If you haven’t been introduced to the wonders of riced cauliflower, get on that. You can make it yourself with a food processor, but thankfully most legit grocery stores now offer riced cauliflower in the frozen section, so you can sub that in for your usual carbs when you’re trying to chill on gluten.
“Cauliflower is soaring with vitamin C and it’s an easy veggie to toss into soups and main dishes,” says Amie. “It’s easy to whip into a grain-free pizza crust with almond flour and eggs.”
Um, did she just say grain-free pizza?
Best of all, cauliflower is cheap and since it’s kind of flavorless, it can be added to anything!
Repeat after me: I will not waste money and calories on pre-made salad dressings.
Seriously, they’re usually loaded with fat or other junk, and if you make a good salad filled with veggies, a little olive oil and lemon should be all you need. Also, lemons are great for you!
Amie notes that they have antioxidant properties, and a little lemon can make your chicken and veggies pop even if they seem boring.
Like Amie, I’m a kale stan for life.
It’s a superfood (whatever that means), it pairs well with everything, and if I fry it up in olive oil on the stove, I can eat it all day.
“Kale is full of vitamins C, K and A along with fiber and contains the carotenoid lutein, which is amazing for vision health,” says Amie.
If you want something cool, you can eat the kale raw (maybe massage it with olive oil if you’re feeling fancy) in a salad. If you want something crispy or warm, you can fry it up in a veggie stir-fry, or throw it in an omelette. Literally, anything is possible!
7. Extra-virgin olive oil
If you didn’t previously love eating vegetables, it’s because you weren’t making them right. If you just throw them in a pan (or the microwave) they’re not always going to taste that great. Olive oil and spices really make the magic. And as far as oils go, olive oil is pretty healthy.
“Olive oil contains healthy mono-unsaturated fats so it’s ideal for use on salads and roasted veggies,” says Amie.
And you can turn any veggie from bland to bomb by throwing it on a tray, drizzling it with olive oil, and sprinkling some salt and pepper on top, then cooking it at a high temp. If you use it on a veggie like kale or brussels, it might just cure your crunchy craving that you’d normally get from chips.
8. Rolled oats
Remember when one of our writers tried Victoria’s Secret diets and they involved lots of groats? Well, there’s a reason for that, oats are healthy and keep you full longer — allegedly.
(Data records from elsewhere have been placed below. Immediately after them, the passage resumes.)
/*
 * fieldstop 0.1.0: telescope optics readouts for firmware, in fixed point and in float.
 *
 * Made from src/capi of the crate `fieldstop`: do not edit.
 *
 * Contents, each under a line of dashes:
 * - What can go wrong. The numbers are frozen: they are the `fieldstop_status` of the C
 *   interface.
 * - The quantities of the fixed forms, each an integer with its unit in its name.
 * - Field of view: what the focal lengths, the eyepiece and the sensor show of the sky.
 * - Resolution: how fine a telescope shows, and how far the air, the obstruction and the
 *   wavefront let it.
 * - Light: what the mirrors, the glass and the hole in the middle leave of it, and the
 *   magnitudes that follow.
 * - Imaging: how a sensor samples the sky, how large a target falls on it, and what a focal
 *   ratio does to the exposure.
 * - Focus: how deep it is, what a miss costs, and how far heat, a near object and the edge of
 *   the field move it.
 * - Layout of mirrors and tube: how large the mirrors are and where they stand, what they leave
 *   of the light, and what the tube needs around it.
 * - Colour: what a single lens does to it, and what a pair of two glasses leaves.
 * - Motion: how the sky turns past a telescope, how long a star stays in the field or on a
 *   pixel, and what an altazimuth mount has to do.
 * - The Sun: where it stands, how far from it a telescope points, and how much of its light an
 *   aperture collects.
 * - Equipment as plain structs in fixed units, and all readouts of one screen in one call.
 * - The stored record: equipment, observers and sites with their names, as bytes in EEPROM or
 *   flash.
 * - Quantities as characters of a display: integers only, into a buffer of the caller's.
 * - What a person types on a keypad or sends over a line, back to a quantity: integers only,
 *   correctly rounded.
 *
 * CAUTION. Never look at or near the Sun through a telescope without a full-aperture filter made for
 * it; nothing that this library computes says that it is safe. Moving mounts and high eyepieces can
 * hurt too. The makers' instructions and local rules come first.
 *
 * Forms. Each readout comes in up to three forms:
 *     fieldstop_<name>_fx     integers, for a part without FPU
 *     fieldstop_<name>_f32    float, computed in float throughout
 *     fieldstop_<name>_f64    double
 * Define FIELDSTOP_NO_FLOAT to leave out the prototypes of the last two; those of _f64 are absent on AVR
 * in any case.
 *
 * Units. A name ends in its unit:
 *     _um      micrometres          _mm        millimetres
 *     _nm      nanometres           _mas       milliarcseconds
 *     _uas     microarcseconds      _arcsec    arcseconds
 *     _q16     unsigned Q16.16: 65536 is 1     _milli     thousandths of a plain number
 *     _mmag    millimagnitudes      _mag       magnitudes
 *     _ms _us  milli-, microseconds _s         seconds
 *     _mk      millikelvin          _k         kelvin
 *     _ppb     parts per billion    _ppm       parts per million
 *     _n7      refractive index times 10^7: 15168000 is 1.5168
 *     _day_ms  milliseconds of a circle of 24 hours
 *     _bam     binary angle: 2^32 is one turn  _deg       degrees
 *     _per_mm, _per_s and the like divide the unit before them.
 * The float forms take millimetres for _um, micrometres for _nm (but wavelengths and errors of the
 * wavefront stay in nanometres), metres, _m, for a fixed _mm, arcseconds for _mas and _uas, plain
 * numbers for _q16, _n7 and _ppm, magnitudes for _mmag, degrees for _bam.
 *
 * Ranges. A fixed argument may be anything that its type holds, but for what the function's comment
 * says. A float argument is finite and at most 2^32 in magnitude, and at least 2^-32 where zero is
 * refused, but for what the comment says.
 *
 * Text. The functions fieldstop_text_... write into `text`, an array of `capacity` bytes, in `style`, one
 * of the ready ones or your own, and put the length in bytes into `length`; no zero byte ends it.
 * `readout` is one that fieldstop_visual_readout_compute or fieldstop_camera_readout_compute has filled.
 * No room: `text` is as it was.
 *
 * Errors. A fixed argument is read as exact and the result is the exact value of the formula, rounded
 * to nearest. "Error" is the greatest distance from that exact value over the whole range: in units of
 * the last place of a fixed result (LSB), in units in the last place of a float result (ulp), or as
 * said. A fixed result is the same on every machine, bit for bit.
 *
 * Status. Each readout returns a fieldstop_status: 0 is success. Otherwise FIELDSTOP_CAUSE gives the
 * cause and FIELDSTOP_ARGUMENT the position of the offending argument, counted from 1, a pointer as
 * one; 0 where no single argument is to blame. On any status but 0 nothing is written. The order of
 * checks is fixed: null pointers, then the arguments from left to right, then the result. No result
 * is wrapped or saturated. Numbers of causes never change; treat one that you do not know as an error.
 *
 * Reentrancy. No function keeps state, allocates, locks, loops without a bound or reads past what it
 * was given: all may be called from an interrupt and from several threads.
 *
 * AVR. The library takes no RAM. Its constants are in program memory, and every style and every table
 * of labels is read from there: those that functions below give, and your own, which you declare with
 * PROGMEM, the table of pointers as well as each text. The text of a cause is there too: print it with
 * avr-libc's functions in _P. All else that a pointer goes to is in RAM as usual.
 */
#ifndef FIELDSTOP_H
#define FIELDSTOP_H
Also, most places offer gluten-free oats if you’re on that train.
If a bowl of oatmeal doesn’t tickle your fancy, make sure you’re pimping it out with fruits, peanut butter, and whatever else. If that still doesn’t work, Amie has some other ideas.
“You can use rolled oats to thicken up your morning smoothies [and] your evening pureed soups.”
9. Chick peas:
Meats can be expensive, so chickpeas are a great affordable way to get your protein fix on.
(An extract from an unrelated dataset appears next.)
/* An image that does nothing: what a function adds to it is its flash and its RAM. */
int main(void)
{
    return 0;
}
“Chick peas are high in fiber and can be super helpful for supporting digestive health,” says Amie. “They contain antioxidants such as vitamin C, E and beta-carotene.”
Like cauliflower, chick peas are kind of a chameleon. You can use them to make hummus, or use them to make “healthy” cookie dough (which is amazing, trust me). Honestly, you can get a little weird and make your own dip wth random ingredients and it’d probably turn out good. Or you can just throw chickpeas, spices, and olive oil in the food processor for some homemade hummus.